[thingstodo]

On my week down in Phoenix, I scribbled out a few ideas for testing. I can work a 'simulated' accelerator, brake, ebrake switch, inertia switch, ... etc ... but it is really not reasonable to expect that I will check absolutely EVERYTHING after each small change that I make to the control programming in my PLC5. I take changes seriously, but I am also familiar with unintended side effects ... collateral damage. I test a lot. AND I'm a bit PARANOID.

So after a few ideas, a bit of code, a couple of compromises ... there is a plan.

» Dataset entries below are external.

import type { EnergySplit, Shares } from '../metering/energy-split.ts';
import type { HourlyProfile } from '../metering/hourly-profile.ts';
import { cellsOf, hoursBetween, periodHours, weighHours } from '../metering/period-hours.ts';
import { STATED_SUN, STATED_USE } from '../metering/stated-profile.ts';
import { sameCells } from '../settlement/calendar.ts';
import { keptAt } from '../settlement/place.ts';
import type { PlanCalendar } from '../settlement/plan.ts';
import { planFor } from '../settlement/plan-in-force.ts';
import { type Day, monthOf } from '../units/day.ts';
import type { EnergyCycle, ProjectionBasis } from './basis.ts';
import { gather, type Heap, type Heaps, monthOfAll, segmentsOf, wholeYear } from './month-heaps.ts';

/** Where shares come from: cycles split by these very periods, the mean day of the readings, or a stated shape. */
export type ShareSource = 'record' | 'hours' | 'stated';

export type SourcedShares = {
  shares: Shares;
  source: ShareSource;
  /** False where what the roof feeds the house directly is shared by the stated shape of the sun. */
  hasSelf: boolean;
  /** What cancels inside an hour and a quarter-hour is known. */
  cancelsKnown: Record<'hour' | '15min', boolean>;
};

/** Shares for a span of days by a calendar; `drawn` where the span is as one cycle was. Null where an hour lies in no period. */
export type ShareBook = {
  at: (calendar: PlanCalendar, from: Day, to: Day, drawn?: EnergyCycle | null) => SourcedShares | null;
};

const MILLION = 1_000_000;
const BLOCKS = ['hour', '15min'] as const;
type Block = (typeof BLOCKS)[number];
const EVERY_HOUR = hoursBetween(0, 0);

/** The shares of a basis. The same calendar object and calendar month are worked out once. */
export function shareBook(
  basis: Pick<ProjectionBasis, 'cycles' | 'hourly'> & { facts: Pick<ProjectionBasis['facts'], 'plans'> },
): ShareBook {
  const byCalendar = new Map<PlanCalendar, { record: SplitRecord; known: Map<string, SourcedShares | null> }>();
  const isOf = (cycle: EnergyCycle, calendar: PlanCalendar) => {
    const own = planFor(basis.facts.plans, cycle.from)?.plan.calendar;
    return own !== undefined && sameCells(own, calendar);
  };
  return {
    at: (calendar, from, to, drawn = null) => {
      let of = byCalendar.get(calendar);
      if (!of) {
        of = {
          record: recordOf(
            basis.cycles.filter((cycle) => isOf(cycle, calendar)),
            cellsOf(calendar).length,
          ),
          known: new Map(),
        };
        byCalendar.set(calendar, of);
      }
      const key = `${from.slice(5)} ${to.slice(5)} ${drawn?.from ?? ''}`;
      const known = of.known.get(key);
      if (known !== undefined) return known;
      const own = drawn?.split && isOf(drawn, calendar) ? recordOf([drawn], cellsOf(calendar).length) : null;
      const made = sharesOf(basis.hourly, calendar, from, to, of.record, own);
      of.known.set(key, made);
      return made;
    },
  };
}

type Flow = 'import' | 'export' | 'self';

/** Wh of each cell by calendar month, and what cancelled of the lesser of import and export. */
type SplitRecord = {
  flows: Record<Flow, Heaps[]>;
  cancels: Record<Block, { gone: Heaps[]; lesser: Heaps[] }>;
};

function recordOf(cycles: readonly EnergyCycle[], cells: number): SplitRecord {
  const heaps = (): Heaps[] => Array.from({ length: cells }, () => new Map());
  const record: SplitRecord = {
    flows: { import: heaps(), export: heaps(), self: heaps() },
    cancels: { hour: { gone: heaps(), lesser: heaps() }, '15min': { gone: heaps(), lesser: heaps() } },
  };
  for (const { from, to, split } of cycles) {
    if (split === null) continue;
    const segments = segmentsOf(from, to);
    const add = (into: readonly Heaps[], values: readonly number[]) => {
      for (const [cell, heap] of into.entries()) gather(heap, 0, segments, Number(values[cell]));
    };
    add(record.flows.import, split.importWh);
    add(record.flows.export, split.exportWh);
    if (split.selfWh !== null) add(record.flows.self, split.selfWh);
    for (const block of BLOCKS) {
      const gone = split.cancels[block];
      if (gone === null) continue;
      add(record.cancels[block].gone, gone);
      add(record.cancels[block].lesser, lesserOf(split));
    }
  }
  return record;
}

function lesserOf({ importWh, exportWh }: EnergySplit): number[] {
  return importWh.map((bought, at) => Math.min(bought, Number(exportWh[at])));
}

function sharesOf(
  hourly: HourlyProfile | null,
  calendar: PlanCalendar,
  from: Day,
  to: Day,
  record: SplitRecord,
  drawn: SplitRecord | null,
): SourcedShares | null {
  const hours = periodHours(calendar, from, to);
  if (hours === null) return null;
  const month = monthOf(from) - 1;
  const flat = weighHours(hours, EVERY_HOUR);
  const present = flat.map((minutes) => minutes > 0);
  const shape = hourly?.months[month] ?? null;
  const within = (weights: readonly number[] | null): readonly number[] | null => {
    const held = weights?.map((weight, cell) => (present[cell] ? Math.max(0, weight) : 0)) ?? [];
    return held.some((weight) => weight > 0) ? held : null;
  };
  const recorded = (flow: Flow) =>
    within(drawn?.flows[flow].map((heaps) => wholeYear(heaps).energy) ?? null) ??
    within(record.flows[flow].map((heaps) => monthOfAll(heaps, month).energy));
  const byHour = (flow: Flow) => {
    const ofFlow = shape?.[flow] ?? null;
    return ofFlow === null ? null : within(weighHours(hours, ofFlow));
  };

  const own = { import: recorded('import'), export: recorded('export'), self: recorded('self') };
  const importing = own.import ?? byHour('import');
  const exporting = own.export ?? byHour('export');
  const self = own.self ?? byHour('self');
  const sun = weighHours(hours, STATED_SUN);
  const stretches = BLOCKS.map((block) => cancelsOf(block, month, record, drawn, hourly));
  const [hour, quarter] = stretches;
  const none = flat.map(() => 0);
  return {
    shares: {
      present,
      import: importing,
      export: exporting ?? sun,
      self: self ?? sun,
      use: weighHours(hours, STATED_USE),
      cancels: { hour: hour ?? none, '15min': quarter ?? none },
    },
    source: importing === null || exporting === null ? 'stated' : own.import && own.export ? 'record' : 'hours',
    hasSelf: self !== null,
    cancelsKnown: { hour: Boolean(hour), '15min': Boolean(quarter) },
  };
}

/** Millionths that cancel in each cell: the cycle's own, the same month's, the whole record's, else the readings'; null where nothing tells. */
function cancelsOf(
  block: Block,
  month: number,
  record: SplitRecord,
  drawn: SplitRecord | null,
  hourly: HourlyProfile | null,
): number[] | null {
  const of = ({ gone, lesser }: SplitRecord['cancels'][Block], sum: (heaps: Heaps) => Heap): number[] | null => {
    const known = lesser.map(sum);
    if (known.every((heap) => heap.days === 0)) return null;
    return known.map((heap, cell) => {
      const cancelled = sum(keptAt(gone, cell)).energy;
      return heap.energy <= 0 ? 0 : Math.round((cancelled * MILLION) / heap.energy);
    });
  };
  const read = hourly?.cancels[block]?.[month];
  return (
    (drawn && of(drawn.cancels[block], wholeYear)) ??
    of(record.cancels[block], (heaps) => monthOfAll(heaps, month)) ??
    of(record.cancels[block], wholeYear) ??
    (read === undefined ? null : record.flows.import.map(() => read))
  );
}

The inputs to the PLC and the outputs from the PLC are compared to what they were the last time the program executed. Anything that changes is logged. The data is stored in the format:
- YMMDD for the last digit of the year, 2 digit month and 2 digit day
- HHMM for the 24 hour digit hour, MM for the minute
- SSTho for 3 digit seconds and 2 digit hundredths of a second
- LogType, integer - an indication of what type of data has changed
- Number, integer - the value of the data that changed
- Status, integer - future
- Alarm, integer - future
- Value, float - floating point for future use

20401, 17452201, 1, 16, -32768, -32768, -32768, -32768

This logs 2012 04 01, april 1, at the time 17:45:22.01, data type 1 or digital input, value 16 or only input 4 on

The -32768 values are place-holders for 'not used for this line'. 0 is valid data, so I used the most negative (smallest?) number I have as 'no data'.

The logs will keep track of the results (inputs versus control outputs) for my initial tests with potentiometers for accelerator and brake, some switches for selected safety inputs, and a drill for a motor output. When I am happy with those results, the next step begins.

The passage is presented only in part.